Wenn es nur ein paar Punkte sind (Staub, Dreck), würde ich den Stempel nehmen.


----------



## AciDemon (26. Februar 2002)

ansonsten probier mal "moiré-effekt entfernen". sollte irgendwo bei deiner scan-software sein.

ich hatte das gleiche problem auch schon öfters, vorallem wenn ich fotos gescannt habe...(material)


----------



## Christoph (26. Februar 2002)

nene, mit störungen .... entfernen funzt das nicht richtig!!!

1.) Tonwertkorrektur!
2.) 2-3 mal Gradationskurven(Lichter erhöhen und Tiefenzeichnung abdunkeln!)

dann sind zu 90 Prozent alle Kratzer und Punkte weg!!!

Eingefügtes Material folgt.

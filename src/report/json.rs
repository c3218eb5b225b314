//! `report.json`: the Report as pretty-printed JSON, for CI and other tools.

use super::Report;

/// Serialise the report. Float fields are finite by construction (checks
/// drop non-finite evidence), so serialisation cannot fail on them.
pub fn to_json(report: &Report) -> String {
    let mut text =
        serde_json::to_string_pretty(report).expect("Report contains only serialisable data");
    text.push('\n');
    text
}
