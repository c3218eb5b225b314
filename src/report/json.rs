//! `report.json`: the Report as compact JSON, for CI and other tools.
//!
//! Compact: no indentation, and nothing repeated per row that the rest of
//! the file already says. Left out (and restored by [`from_json`]):
//!
//! - a participant's `slug` and `name` (the metabolite's, found by its id in
//!   `metabolites`), in reactions and in scenario conflicts;
//! - a loop member's `slug`, `name`, `equation` and `participants` (the
//!   reaction's, found by its id in `reactions`);
//! - a missing-ΔfG'° row's `slug`, `name`, `compartment`, `formula` and
//!   `xrefs` (the metabolite's; the slug is `slug::slug` of the id).
//!
//! The fields stay in the Report types (templates see them): they are left
//! out only when serialising to JSON, not when minijinja serialises the
//! report into template values.

use super::Report;
use std::collections::HashMap;

/// Whether a derivable field is left out: in JSON yes, in template values no.
pub(crate) fn left_out<T: ?Sized>(_: &T) -> bool {
    !minijinja::value::serializing_for_value()
}

/// Serialise the report. Float fields are finite by construction (checks
/// drop non-finite evidence), so serialisation cannot fail on them.
pub fn to_json(report: &Report) -> String {
    let mut text = serde_json::to_string(report).expect("Report contains only serialisable data");
    text.push('\n');
    text
}

/// Read a `report.json` written by [`to_json`] (or by an earlier version
/// that wrote every field) and restore the full report.
pub fn from_json(text: &str) -> serde_json::Result<Report> {
    let mut report: Report = serde_json::from_str(text)?;
    restore(&mut report);
    Ok(report)
}

/// Fills in the fields [`to_json`] leaves out, where they are empty.
pub fn restore(report: &mut Report) {
    let metabolites: HashMap<&str, &super::MetaboliteView> = report
        .metabolites
        .iter()
        .map(|m| (m.id.as_str(), m))
        .collect();
    let fill_participants = |participants: &mut [super::ParticipantView]| {
        for p in participants {
            if let Some(m) = metabolites.get(p.metabolite.as_str()) {
                if p.slug.is_empty() {
                    p.slug.clone_from(&m.slug);
                }
                if p.name.is_empty() {
                    p.name.clone_from(&m.name);
                }
            }
        }
    };
    for r in &mut report.reactions {
        fill_participants(&mut r.participants);
    }
    for s in &mut report.joint_scenarios {
        for c in &mut s.conflicts {
            for m in &mut c.members {
                fill_participants(&mut m.participants);
            }
        }
    }
    if let Some(coverage) = &mut report.coverage {
        for row in &mut coverage.missing {
            let Some(m) = metabolites.get(row.metabolite.as_str()) else {
                continue;
            };
            if row.slug.is_empty() {
                row.slug = crate::slug::slug(&row.metabolite);
            }
            if row.name.is_empty() {
                row.name.clone_from(&m.name);
            }
            if row.compartment.is_empty() {
                row.compartment.clone_from(&m.compartment);
            }
            if row.formula.is_none() {
                row.formula.clone_from(&m.formula);
            }
            if row.xrefs.is_empty() {
                row.xrefs.clone_from(&m.xrefs);
            }
        }
    }
    let reactions: HashMap<&str, &super::ReactionView> = report
        .reactions
        .iter()
        .map(|r| (r.id.as_str(), r))
        .collect();
    for l in report.loops.iter_mut().flat_map(|l| &mut l.loops) {
        for member in &mut l.members {
            let Some(r) = reactions.get(member.reaction.as_str()) else {
                continue;
            };
            if member.slug.is_empty() {
                member.slug.clone_from(&r.slug);
            }
            if member.name.is_empty() {
                member.name.clone_from(&r.name);
            }
            if member.equation.is_empty() {
                member.equation.clone_from(&r.equation);
            }
            if member.participants.is_empty() {
                member.participants.clone_from(&r.participants);
            }
        }
    }
}
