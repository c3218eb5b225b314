//! A short Markdown summary for CI job pages and pull-request comments.

use super::{Report, Severity};
use std::fmt::Write;

/// Counts, the error and warning findings (at most `limit`), and the caution.
pub fn to_markdown(report: &Report, limit: usize) -> String {
    let s = &report.summary;
    let mut out = String::new();
    let _ = writeln!(out, "## gibbsite: {}\n", cell(&report.project.title));
    let _ = writeln!(
        out,
        "**{} errors, {} warnings, {} notes** — {} reactions ({} internal, {} with ΔrG'°), {} metabolites, {} scenarios.\n",
        s.errors, s.warnings, s.notes, s.reactions, s.internal_reactions, s.reactions_with_energy, s.metabolites, s.scenarios
    );
    let shown: Vec<_> = report
        .findings
        .iter()
        .filter(|f| f.severity != Severity::Note)
        .collect();
    if !shown.is_empty() {
        out.push_str("| severity | kind | subject | scenario | message |\n|---|---|---|---|---|\n");
        for f in shown.iter().take(limit) {
            let _ = writeln!(
                out,
                "| {} | `{}` | {} | {} | {} |",
                f.severity.slug(),
                f.kind,
                cell(f.subjects.first().map(String::as_str).unwrap_or("")),
                cell(f.scenario.as_deref().unwrap_or("")),
                cell(&f.message)
            );
        }
        if shown.len() > limit {
            let _ = writeln!(out, "\n… and {} more in the report.", shown.len() - limit);
        }
        out.push('\n');
    }
    let _ = writeln!(out, "> {}", cell(&report.project.caution));
    out
}

/// Model text inside a Markdown table cell: no pipes, no line breaks, no
/// HTML (angle brackets become entities).
fn cell(text: &str) -> String {
    text.replace('&', "&amp;")
        .replace('<', "&lt;")
        .replace('>', "&gt;")
        .replace('|', "\\|")
        .replace(['\n', '\r'], " ")
}
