#[derive(Debug, Clone, PartialEq, Serialize, Deserialize)]
pub struct RootCauseView {
    /// `proton-species`, `water-species`, `library-mismatch`,
    /// `one-metabolite` or `shared-range`.
    pub kind: String,
    /// Short heading, e.g. "Proton species with charge 0".
    pub title: String,
    /// What the findings share and what to do, in one or two sentences.
    pub sentence: String,
    /// Metabolite ids at the root.
    pub metabolites: Vec<String>,
    /// Indices into `Report::findings` of the findings it explains.
    pub findings: Vec<usize>,
    /// Kinds of those findings, sorted.
    pub finding_kinds: Vec<String>,
}

impl RootCauseView {
    pub fn explains(&self) -> usize {
        self.findings.len()
    }
}

/// Signed atom and charge counts: element symbol → count, `"charge"` → charge.
type Delta = BTreeMap<String, i64>;

const CHARGE: &str = "charge";

/// The root causes of a report's findings, most findings explained first
/// (ties: the order above, then the first metabolite id).
pub fn root_causes(report: &Report) -> Vec<RootCauseView> {
    let metabolites: BTreeMap<&str, &MetaboliteView> = report
        .metabolites
        .iter()
        .map(|m| (m.id.as_str(), m))
        .collect();
    let reactions: BTreeMap<&str, &ReactionView> = report
        .reactions
        .iter()
        .map(|r| (r.id.as_str(), r))
        .collect();
    let mut open = Ledger {
        open: open_imbalances(report, &reactions),
        credits: Vec::new(),
        alone: Vec::new(),
    };
    let mut causes = Vec::new();
    for (kind, special, expected_formula, expected_charge, what) in [
        ("proton-species", "proton", "H", 1, "H⁺"),
        ("water-species", "water", "H2O", 0, "water"),
    ] {
        if let Some(c) = special_cause(
            &metabolites,
            &mut open,
            Special {
                kind,
                special,
                formula: expected_formula,
                charge: expected_charge,
                what,
            },
        ) {
            causes.push(c);
        }
    }
    causes.extend(library_causes(&metabolites, &mut open));
    causes.extend(one_metabolite_causes(&metabolites, &mut open));
    // Every imbalance cause took one ledger entry, in order: fill in the
    // findings each one helps to balance.
    for (k, c) in causes.iter_mut().enumerate() {
        let mut findings = std::mem::take(&mut open.credits[k]);
        findings.sort_unstable();
        findings.dedup();
        c.sentence = c
            .sentence
            .replace(EXPLAINED, &explained_phrase(findings.len(), open.alone[k]));
        c.finding_kinds = kinds_of(report, &findings);
        c.findings = findings;
    }
    causes.extend(shared_range_causes(report, &metabolites, &reactions));
    // Stable sort: ties keep the order found.
    causes.sort_by_key(|c| std::cmp::Reverse(c.explains()));
    causes
}

/// An imbalance finding still to explain: its reaction's participants
/// (metabolite id → net coefficient) and what is left unbalanced.
struct Open<'a> {
    finding: usize,
    participants: BTreeMap<&'a str, i64>,
    residual: Delta,
    /// Causes (ledger entries) whose fixes changed it so far.
    touched: Vec<usize>,
}

/// Open imbalance findings and, per cause found so far, the findings its
/// fix helps to balance.
struct Ledger<'a> {
    open: Vec<Open<'a>>,
    /// Per cause: findings balanced once its fix and the fixes before it
    /// are applied, its fix among those that changed them.
    credits: Vec<Vec<usize>>,
    /// Per cause: findings its fix balances alone.
    alone: Vec<usize>,
}

/// Placeholder in a cause's sentence for the count phrase, filled once
/// every fix is known.
const EXPLAINED: &str = "{explained}";

fn explained_phrase(n: usize, alone: usize) -> String {
    match (n, alone) {
        (0, _) => "No imbalance finding balances with this fix".to_string(),
        (1, 1) => "1 imbalanced reaction balances with this fix".to_string(),
        (n, a) if n == a => format!("{} imbalanced reactions balance with this fix alone", thousands(n)),
        (n, 0) => format!(
            "{} imbalanced reactions balance with this fix once other causes listed here are fixed too",
            thousands(n)
        ),
        (n, a) => format!(
            "{} imbalanced reactions need this fix ({} balance with it alone, the others once other causes listed here are fixed too)",
            thousands(n),
            thousands(a)
        ),
    }
}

sonst schick mir das Bild und dann mach ichs dir!!


----------



## made2win (26. Februar 2002)

Der Daniel hat wahrscheinlich recht. Das sieht bei mir wie ein regelmäßiges Noppenmuster aus. Kann dieses Muster entfernt werden?

Danke

made


----------



## Maniacy (26. Februar 2002)

*etwa so?*

Sieht das etwa so aus??

Man muss sich ja n Bild davon machen können um dir zu helfen...
MfG
Mani

PS: Das bin NICHT ich!


----------



## Azrael666 (26. Februar 2002)

Hehe, möchte jemand ned erkannt werden auf dem Foto ;-)

Greetz Azrael


----------



## Maniacy (26. Februar 2002)

trotzdem bin ichs nicht...
aber DEN Anblick konnte ich euch einfach nicht antun, sry *g*


----------



## Daniel (27. Februar 2002)

@maniacy: genau das meinte ich
@made2win: wie gesagt, da kann man echt nichts machen. Ich bin irgenwann dazu übergegangen, wenn die Leute scheiss Vorlagen liefern, dann gibts halt auch scheiss Bilder. (Garbage in - Garbage out). Du kann höchstens darauf achten, das die Höhen im Bild nicht zu hell sind, und das du wenig oder gar nicht schärfst. Eher wenig am Bild machen, sonst wird alles nur noch schlimmer!
Gruss 
Daniel


----------



## Maniacy (27. Februar 2002)

*störungen entfernen*

Also ich hab mal n bissel rumprobiert...

Da die Pünktchen so dicht beieinander liegen, ist die einzige Möglichkeit eigentlich der Störungsfilter "Störungen entfernen".
Der Nachteil daran ist, dass das Bild dadurch unscharf wird...

MfG 
Mani


----------



## made2win (27. Februar 2002)

Vielen Dank,
das nächste mal mache ich ein Foto mit ner DigiCam ...

Ciao

made


----------